Bundesverkehrsminister Volker Wissing erörterte am Mittwoch mit Branchenvertretern Probleme wie den massiven Personalmangel. Der Bund will nun in einer Staatssekretärsrunde Schritte diskutieren, um die Lage kurzfristig zu verbessern. Die Regierung bemühe sich nach Kräften, eine Lösung etwa beim Personalmangel zu finden, sagte Regierungssprecher Steffen Hebestreit und räumte zugleich ein: "Aber einfach wird das nicht."

Die Luftfahrt steckt im Dilemma. Mit Abebben der Corona-Pandemie will sie endlich wieder durchstarten. Denn die Reiselust der Menschen ist nach Angaben der Branche enorm. Doch stattdessen sorgen Flugstreichungen, Verspätungen und Warteschlangen für Schlagzeilen. Als Knackpunkt gelten Personalmangel und Engpässe bei Sicherheitskontrollen, Check-in und Flugzeugabfertigung. Laut Flughafenverband ADV ist dort etwa jede fünfte Stelle unbesetzt. Die Branche will rund 2000 Leiharbeiter aus der Türkei holen, um Personallücken zu füllen, und hofft hier auf beschleunigte Verfahren und Rückendeckung der Regierung.

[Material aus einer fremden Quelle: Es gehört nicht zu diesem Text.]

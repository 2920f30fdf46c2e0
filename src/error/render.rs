//! A report as text: each diagnostic with its line, a caret, what is allowed and what to do.

use std::ops::Range;

use annotate_snippets::{AnnotationKind, Group, Level, Renderer, Snippet};

use super::report::{Diagnostic, Report};

/// Faults of the TOML itself that are shown where there is nothing else.
const SYNTAX_SHOWN: usize = 10;

impl Report {
    /// The report as text, with terminal colours where `colour` is set.
    pub fn render(&self, colour: bool) -> String {
        let renderer = if colour { Renderer::styled() } else { Renderer::plain() };
        let mut out = String::new();
        // A file that is no TOML at all has a fault on every line: the first of them say it.
        let many = self.diagnostics.len() > SYNTAX_SHOWN
            && self.diagnostics.iter().all(|d| d.kind == super::Kind::Syntax);
        let shown = if many { SYNTAX_SHOWN } else { self.diagnostics.len() };
        for d in &self.diagnostics[..shown] {
            out.push_str(&renderer.render(&[self.group(d)]));
            out.push_str("\n\n");
        }
        if many {
            out.push_str(&format!(
                "and {} more of the kind: is this a job file?\n",
                self.diagnostics.len() - shown
            ));
        }
        out.push_str(&match self.diagnostics.len() {
            1 => format!("{}: one thing to put right\n", self.name),
            n => format!("{}: {n} things to put right\n", self.name),
        });
        out
    }

    fn group<'a>(&'a self, d: &'a Diagnostic) -> Group<'a> {
        let lines = self.lines(d);
        let moved = |span: &Range<usize>| span.start - lines.start..span.end - lines.start;
        let caret = AnnotationKind::Primary.span(moved(&d.span)).label(d.label.as_str());
        let others = d
            .others
            .iter()
            .map(|place| AnnotationKind::Context.span(moved(&place.span)).label(place.label.as_str()));
        let snippet = Snippet::source(&self.text[lines.clone()])
            .line_start(self.position(lines.start).0)
            .path(self.name.as_str())
            .annotation(caret)
            .annotations(others);
        Level::ERROR
            .primary_title(d.message.as_str())
            .element(snippet)
            .element(Level::NOTE.with_name("allowed").message(d.allowed.as_str()))
            .element(Level::HELP.message(d.help.as_str()))
    }

    /// The whole lines that a diagnostic is about: a long file with many faults is not laid out anew
    /// for each of them.
    fn lines(&self, d: &Diagnostic) -> Range<usize> {
        let spans = || std::iter::once(&d.span).chain(d.others.iter().map(|place| &place.span));
        let first = spans().map(|s| s.start).min().unwrap_or(0);
        let last = spans().map(|s| s.end).max().unwrap_or(0);
        let start = self.text[..first].rfind('\n').map_or(0, |i| i + 1);
        let end = self.text[last..].find('\n').map_or(self.text.len(), |i| last + i + 1);
        start..end
    }
}
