//! One error for the whole tool: what is wrong, where, and what to do.
//!
//! * [`Error`]: the public error, with its three kinds
//! * [`Report`] and [`Diagnostic`]: everything that is wrong with a job file, as data
//! * `render`: the same as text with lines and carets

mod render;
mod report;

pub use report::{Diagnostic, Kind, Note, Place, Record, Report};

/// What stops the tool.
#[derive(Debug)]
pub enum Error {
    /// The job file cannot be used as it stands.
    Job(Report),
    /// A file cannot be read or written.
    File {
        /// The path as it was given.
        path: String,
        /// What happened.
        trouble: Trouble,
        /// What to do about it, a whole sentence.
        help: String,
    },
    /// A fault of the tool itself, never of the job.
    Internal {
        /// The step that went wrong.
        step: String,
    },
}

/// What can happen to a file.
#[derive(Debug)]
pub enum Trouble {
    /// It could not be read.
    Read(std::io::Error),
    /// It could not be written.
    Write(std::io::Error),
    /// It is there, but it is not what it should be; the sentence says what.
    Content(String),
}

/// A result with the tool's own error.
pub type Result<T> = std::result::Result<T, Error>;

impl std::fmt::Display for Error {
    fn fmt(&self, f: &mut std::fmt::Formatter<'_>) -> std::fmt::Result {
        match self {
            Self::Job(report) => f.write_str(&report.render(false)),
            Self::File { path, trouble, help } => {
                match trouble {
                    Trouble::Read(why) => writeln!(f, "error: {path} cannot be read: {why}")?,
                    Trouble::Write(why) => writeln!(f, "error: {path} cannot be written: {why}")?,
                    Trouble::Content(what) => writeln!(f, "error: {path}: {what}")?,
                }
                write!(f, "  help: {help}")
            }
            Self::Internal { step } => {
                writeln!(f, "error: the tool contradicts itself at: {step}")?;
                write!(f, "  help: this is a fault of the tool, not of the job; nothing was written")
            }
        }
    }
}

impl std::error::Error for Error {
    fn source(&self) -> Option<&(dyn std::error::Error + 'static)> {
        match self {
            Self::File { trouble: Trouble::Read(why) | Trouble::Write(why), .. } => Some(why),
            _ => None,
        }
    }
}

impl From<Report> for Error {
    fn from(report: Report) -> Self {
        Self::Job(report)
    }
}

#[cfg(test)]
mod tests {
    use super::{Error, Trouble};

    #[test]
    fn every_kind_says_what_to_do() {
        let missing = std::io::Error::from(std::io::ErrorKind::NotFound);
        let file = Error::File {
            path: "rear.toml".into(),
            trouble: Trouble::Read(missing),
            help: "Check the spelling of the path.".into(),
        };
        let text = file.to_string();
        assert!(text.starts_with("error: rear.toml cannot be read: "), "{text}");
        assert!(text.ends_with("help: Check the spelling of the path."), "{text}");
        assert!(std::error::Error::source(&file).is_some());
        let internal = Error::Internal { step: "6.2(2) V_Rd".into() }.to_string();
        assert!(internal.contains("6.2(2) V_Rd") && internal.contains("nothing was written"), "{internal}");
    }
}
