//! A report as text: each diagnostic with its line, a caret, what is allowed and what to do.

use annotate_snippets::{AnnotationKind, Group, Level, Renderer, Snippet};

use super::report::{Diagnostic, Report};

impl Report {
    /// The report as text, with terminal colours where `colour` is set.
    pub fn render(&self, colour: bool) -> String {
        let renderer = if colour { Renderer::styled() } else { Renderer::plain() };
        let mut out = String::new();
        for d in &self.diagnostics {
            out.push_str(&renderer.render(&[self.group(d)]));
            out.push_str("\n\n");
        }
        out.push_str(&match self.diagnostics.len() {
            1 => format!("{}: one thing to put right\n", self.name),
            n => format!("{}: {n} things to put right\n", self.name),
        });
        out
    }

    fn group<'a>(&'a self, d: &'a Diagnostic) -> Group<'a> {
        let caret = AnnotationKind::Primary.span(d.span.clone()).label(d.label.as_str());
        let others = d
            .others
            .iter()
            .map(|place| AnnotationKind::Context.span(place.span.clone()).label(place.label.as_str()));
        let snippet =
            Snippet::source(self.text.as_str()).path(self.name.as_str()).annotation(caret).annotations(others);
        Level::ERROR
            .primary_title(d.message.as_str())
            .element(snippet)
            .element(Level::NOTE.with_name("allowed").message(d.allowed.as_str()))
            .element(Level::HELP.message(d.help.as_str()))
    }
}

"Die aktuelle Lage im Luftverkehr ist äußerst angespannt", sagte ein Wissing-Sprecher. Während der zwei Corona-Jahre habe die Branche Personal abgebaut und könne jetzt nicht genug Ersatz an Bord holen. Dies sei ein internationales Problem und die EU-Kommission wolle sich demnächst mit den EU-Ländern und der Industrie darüber austauschen. Schnelle Abhilfe gilt hier aber als unwahrscheinlich. Auch Regierungssprecher Hebestreit betonte, alle neuen Mitarbeiter müssten die nötigen Sicherheitsüberprüfungen durchlaufen. Auf die Frage, ob die Bundespolizei Kapazitäten habe, bei Sicherheitskontrollen einzuspringen, sagte ein Sprecher des Bundesinnenministeriums, man schöpfe derzeit alle Möglichkeiten aus, um die zuständigen privaten Dienstleister zu unterstützen. Es sei aber nicht Aufgabe der Bundespolizei, die Sicherheitskontrollen zu machen.

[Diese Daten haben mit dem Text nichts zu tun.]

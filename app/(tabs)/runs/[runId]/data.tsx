import { DataScreen } from '@/components/shell/lazy-screens';

export default function Data() {
  return <DataScreen />;
}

Die Airlines dünnen bereits ihre Flugpläne aus, um die Abläufe zu stabilisieren und ein Chaos zu vermeiden. So streicht die Lufthansa allein für Juli 900 Flüge an den Drehkreuzen in Frankfurt und München, ihre Billigtochter Eurowings kappt mehrere hundert Verbindungen. Der britische Billigflieger Easyjet streicht von Juni bis August vom und zum Berliner Flughafen rund 1000 Flüge.

VIELE KRANKE BEI BODENPERSONAL - "BRANCHE KURZ VORM KOLLAPS"

Verschiedene Verbände wie die Flughafen-Lobby ADV begrüßten, dass der Bund eine Koordinierungsgruppe einsetzen will. Wichtig sei, eine effiziente Durchführung der staatlichen Sicherheitskontrollen zu ermöglichen, erklärte auch der BDL. Man erhoffe sich ebenso Fortschritte rund um Arbeitnehmerüberlassung aus Drittstaaten für die Bodendienste an Flughäfen. Verdi pochte darauf, dass bei solchen Leiharbeitskräften der Grundsatz gelte: "gleicher Lohn und gleiche Bedingungen für gleiche Arbeit". Im Luftverkehr und bei den Bodendiensten dürften sich die Arbeitsbedingungen nicht weiter verschlechtern, sagte ein Gewerkschaftssprecher. "Die hohen Krankheits-Quoten von teilweise über 25 Prozent belegen, dass die komplette Branche kurz vor dem Kollaps steht."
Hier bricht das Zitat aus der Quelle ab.